Court Opinion

ID: 9476317
Source: CourtListenerOpinion
Date Created: 2023-08-05 05:52:38.861321+00
Date Added: 2024-06-11T17:45:14.581541
License: Public Domain

KOZINSKI, Circuit Judge,
with whom Circuit Judge CYNTHIA HOLCOMB HALL joins, concurring:
I join the court’s opinion because it correctly applies the law of this circuit to the case before us.1 I fear, however, that requiring the district judge to recite a formal litany before allowing a defendant to exercise his right to self-representation creates unwarranted procedural snares for already busy district courts and unduly burdens the very rights guaranteed by Faretta v. California, 422 U.S. 806, 95 S.Ct. 2525, 45 L.Ed.2d 562 (1975).
District courts are well aware of their duty under Faretta to make sure that a defendant who wants to represent himself “ ‘knows what he is doing and his choice is made with eyes open.’ ” Faretta, 422 U.S. at 835, 95 S.Ct. at 2541 (quoting Adams v. United States ex rel. McCann, 317 U.S. 269, 279, 63 S.Ct. 236, 242, 87 L.Ed. 268 (1942)). District judges deal with criminal defendants every day. They are in the best position to evaluate whether the defendant’s decision is made knowingly and intelligently: They can consider the level of understanding demonstrated by the defendant, his background and prior experience with the legal system, the deliberation with which he has made the decision to proceed without counsel and his seriousness of purpose.
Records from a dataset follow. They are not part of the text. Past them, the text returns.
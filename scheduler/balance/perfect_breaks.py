"""Fewest breaks of a single round robin on a perfect one-factorization, over every round order.

Relabelling teams never changes the breaks of a schedule, but the choice of one-factorization
and the round order do. This module measures, for each candidate perfect one-factorization
(:mod:`scheduler.factorization.perfect_family`), the fewest breaks of a single round robin over
all round orders and home/away assignments, with a proven lower bound beside it.

*Colourings* (the reformulation of :mod:`scheduler.balance.orders`): with ``s_q(v) = 1`` when
team ``v`` is at home at position ``q`` and ``t_q = s_q xor (q mod 2)``, team ``v`` has a break
at ``q`` exactly when ``t_{q-1}(v) != t_q(v)``; each ``t_q`` is a 2-colouring in which every
game of the round at ``q`` joins the two colours. Swapping both colours from position ``q`` on
keeps every step but the one into ``q``, whose cost turns from ``d`` into ``n - d``; so a
colouring only matters up to swapping its colours (a *class*, ``2^(n/2 - 1)`` per round), and a
step between classes costs ``min(d, n - d)`` with ``d`` the Hamming distance of representatives
(derived here).

*Exact value* (:func:`exact_min_breaks`, ``n <= 16``): Held and Karp's subset dynamic programme
(M. Held & R. M. Karp, J. SIAM 10 (1962) 196-210) over (rounds used, last round, its class).
Values at or above a cap (a known upper bound) are dropped, which keeps ``n = 16`` to seconds;
when nothing below the cap survives, the cap itself is proven to be a lower bound. The kernel is
numba (imported lazily, only when an exact value is asked for).

*Large n* (:func:`search_breaks`): the simulated-annealing order search of
:func:`scheduler.balance.orders.search_order` (beam path) started from structured orders
(translation orders of a starter-induced factorization, see :func:`translation_orders`), the best
kept. *Lower bound* (:func:`cpsat_lower_bound`): OR-Tools CP-SAT on the order-and-colouring
model with one worker, a fixed seed and a deterministic time limit; its best bound, raised to
de Werra's ``n - 2`` (D. de Werra, Annals of Discrete Math. 11 (1981) 381-395) and rounded up to
even (for a perfect one-factorization every step has an even number of breaks, see
:mod:`scheduler.balance.orders`, so the total is even).
"""

from __future__ import annotations

from collections.abc import Sequence
from dataclasses import dataclass, field
from typing import TYPE_CHECKING

import numpy as np

from scheduler.balance.orders import OrderResult, search_order
from scheduler.balance.solver import SolveLimits, configure
from scheduler.errors import InputError
from scheduler.factorization.model import Factorization
from scheduler.home_away import total_breaks
from scheduler.interrupt import solve_interruptibly
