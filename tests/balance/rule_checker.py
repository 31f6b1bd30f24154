"""An independent checker of a Season against its League: the round-robin structure and places
here, the league's hard rules through their own checks (:func:`scheduler.rules.check_rules`,
which read the fixtures only and import nothing from ``scheduler.balance``). Those checks are
cross-checked against the rules' definitions in ``tests/rules/test_cross_check.py``.

What is checked (the hard rules as ``docs/rules.md`` defines them):

- round robin: every pair meets once per leg, nobody plays twice in a round, byes complete;
- unavailable: no game of the team on that date;
- no_home_games: the team is not at home on that date;
- shared grounds: at most one team of a group at home on a match day;
- fixed: the pair plays in that round / on that date, with that home team unless any_venue;
- max_home_run / max_away_run: longest run of consecutive home / away games over the games
  actually played (a bye is skipped);
- no_breaks_first = k: no break in rounds 2..k+1; no_breaks_last = k: none in the last k rounds
  (a break is counted in the second of two consecutive games with the same venue);
- min_rest_days: (d2 - d1).days - 1 >= value between consecutive games of a team;
- min_separation: at least that many rounds strictly between two consecutive meetings;
- places: venue mode plays at the home team's home_venue; courts and slots belong to the venue;
  one game per (venue, court, kick-off); no team in two games at once; kick-offs are aware.
"""

from __future__ import annotations

import itertools
from collections import Counter, defaultdict

from scheduler.config.model import League
from scheduler.rules import check_rules
from scheduler.season import Season


def _sequence(season: Season, team: str):
    return sorted((f for f in season.fixtures if team in (f.home, f.away)), key=lambda f: f.round)


def check_season(league: League, season: Season) -> list[str]:
    """All violations found (empty list: every hard rule holds)."""
    bad: list[str] = []
    names = list(league.team_names)
    legs = max(1, league.format.legs)
    if tuple(season.teams) != tuple(names):
        bad.append("season teams differ from the league")
    rounds = max(f.round for f in season.fixtures)
    odd = len(names) % 2 == 1
    expected_rounds = legs * (len(names) - 1 + (1 if odd else 0))
    if rounds != expected_rounds:
        bad.append(f"{rounds} rounds, expected {expected_rounds}")
    meetings = Counter(frozenset((f.home, f.away)) for f in season.fixtures)
    for i, a in enumerate(names):
        for b in names[i + 1:]:
            if meetings[frozenset((a, b))] != legs:
                bad.append(f"{a} and {b} meet {meetings[frozenset((a, b))]} times")
    per_round: dict[int, list[str]] = defaultdict(list)
    for f in season.fixtures:
        per_round[f.round] += [f.home, f.away]
    for r in range(1, rounds + 1):
        c = Counter(per_round[r])
        if any(v > 1 for v in c.values()):
            bad.append(f"round {r}: a team plays twice")
        missing = set(names) - set(c)
        if missing != set(season.byes.get(r, ())):
            bad.append(f"round {r}: byes {sorted(missing)} vs {season.byes.get(r)}")
    # each leg is a single round robin
    R = expected_rounds // legs
    for f in season.fixtures:
        if f.leg != (f.round - 1) // R + 1:
            bad.append(f"round {f.round} labelled leg {f.leg}")
    # the league's hard rules: their own independent checks (scheduler.rules, fixtures only),
    # cross-checked against a from-the-definition computation in tests/rules/test_cross_check.py
    for check in check_rules(league, season):
        bad += [f"{check.rule}: {v.team} round {v.round} {v.date}: {v.what}"
                for v in check.violations]
    for t in names:
        for prev, cur in itertools.pairwise(_sequence(season, t)):
            if (prev.start and cur.start and prev.date == cur.date
                    and not prev.start < cur.start):
                bad.append(f"{t}: round {cur.round} does not start after round {prev.round}")
    # places and times
    venues = {v.name: v for v in league.venues}
    used = Counter()
    busy = Counter()
    for f in season.fixtures:
        if f.start is None or f.start.tzinfo is None or f.date is None:
            bad.append(f"round {f.round} {f.home}-{f.away}: no aware kick-off")
            continue
        if f.start.date() != f.date:
            bad.append(f"{f}: start not on its date")
        if venues:
            if f.venue not in venues:
                bad.append(f"{f}: unknown venue")
                continue
            home_venue = league.team(f.home).home_venue
            if league.format.home_meaning == "venue" and home_venue and f.venue != home_venue:
                bad.append(f"{f}: not at {home_venue}")
            if f.court not in venues[f.venue].courts:
                bad.append(f"{f}: court {f.court} not at {f.venue}")
            slots = [s.strftime("%H:%M") for s in venues[f.venue].slots]
            if slots and f.slot not in slots:
                bad.append(f"{f}: slot {f.slot} not at {f.venue}")
            used[(f.venue, f.court, f.start)] += 1
        busy[(f.home, f.start)] += 1
        busy[(f.away, f.start)] += 1
    bad += [f"two games at {k}" for k, v in used.items() if v > 1]
    bad += [f"{k[0]} plays twice at {k[1]}" for k, v in busy.items() if v > 1]
    dates = [f.date for f in sorted(season.fixtures, key=lambda f: f.round)]
    if any(b < a for a, b in itertools.pairwise(dates)):
        bad.append("match days do not follow the round order")
    return bad


def count_breaks(season: Season) -> int:
    """Total breaks over the games played (byes skipped), counted in the second game (plain
    code from the definition, de Werra 1981)."""
    total = 0
    for t in season.teams:
        seq = _sequence(season, t)
        total += sum((a.home == t) == (b.home == t) for a, b in itertools.pairwise(seq))
    return total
We ought to give a district judge’s determination greater deference and rely far less on rote recitation of mechanical formulas.2
I am also concerned that requiring judge and defendant to engage in a verbal minuet may, in many cases, unduly inhibit the defendant from exercising his rights under Faretta. We must not lose sight of the fact that “[t]he right to defend is given directly to the accused; for it is he who suffers the consequences if the defense fails.” Faretta, 422 U.S. at 819-20, 95 S.Ct. at 2533-34. What inquiry is to be made and the degree to which it should be pressed is a matter best left to the district judge. Criminal defendants may construe a detailed enumeration of the dangers and pitfalls of proceeding without counsel as a *1491warning that, if they choose to represent themselves anyway, the court will be disposed against them. Criminal proceedings are inherently intimidating and, despite the careful efforts of district judges, defendants may well perceive a formal litany by the district court as a veiled threat. We should allow district judges to dispense with all or part of the litany whenever they see good reason for doing so.
Appellate judges are fond of inventing formulas, tests and rules to constrain trial courts. Unable to participate in trial litigation directly, they gaze upon it with suspicion from a distance — a height, some would insist. The realities of the courtroom — the dozens of details that a district judge is able to absorb, assimilate and consider — escape appellate scrutiny simply because the reporter can capture only the words spoken, not the inflection with which they are delivered or the look (or absence thereof) that may accompany them. Consigned to watching the courtroom’s dramas flicker by like shadows on a cave wall, appellate judges are wont to seek clarity by forcing the actors to take exaggerated, stylized steps that leave images sufficiently distinctive to be examined and reviewed on a cold record.
This faith in procedural choreography is, in my view, fundamentally flawed. Appellate courts cannot foresee all contingencies; they cannot reduce every conceivable factor to a neat formula, nor anticipate every factual nuance a district judge might grasp by being there, able to hear, speak and observe. Nor can procedural incantations fulfill the lofty aspirations appellate judges have for them. A colloquy conducted in a rote and mechanical fashion, like a Miranda warning given in a disinterested tone, may look reassuring on the record but will do little to protect the rights of the accused. And, ritual has its costs; it is inflexible by nature and may as often defeat the ends it is designed to advance as serve them.
Appellate judges should be aware of their limitations. They can guide and review, but they cannot run the show. The task of safeguarding the rights of criminal defendants ultimately rests with the experienced men and women who preside in our district courts. , We should let them do their jobs.

. Our cases hold that the district court must discuss with the defendant on the record the nature of the charges against him, the possible penalties and the dangers of self-representation. United States v. Rylander, 714 F.2d 996, 1005 (9th Cir.1983), cert. denied, 467 U.S. 1209, 104 S.Ct. 2398, 81 L.Ed.2d 355 (1984); United States v. Harris, 683 F.2d 322, 324 (9th Cir.1982). Absent a formal discussion specifically including each of these three elements, "it is [the] unusual case" where we can affirm the district court's grant of a criminal defendant’s motion to represent himself. Rylander, 714 F.2d at 1005.

. Nothing in the record — other than the failure to recite the proper litany — calls into question the learned district judge’s conclusion that Ba-lough knowingly and intelligently exercised his rights under Faretta.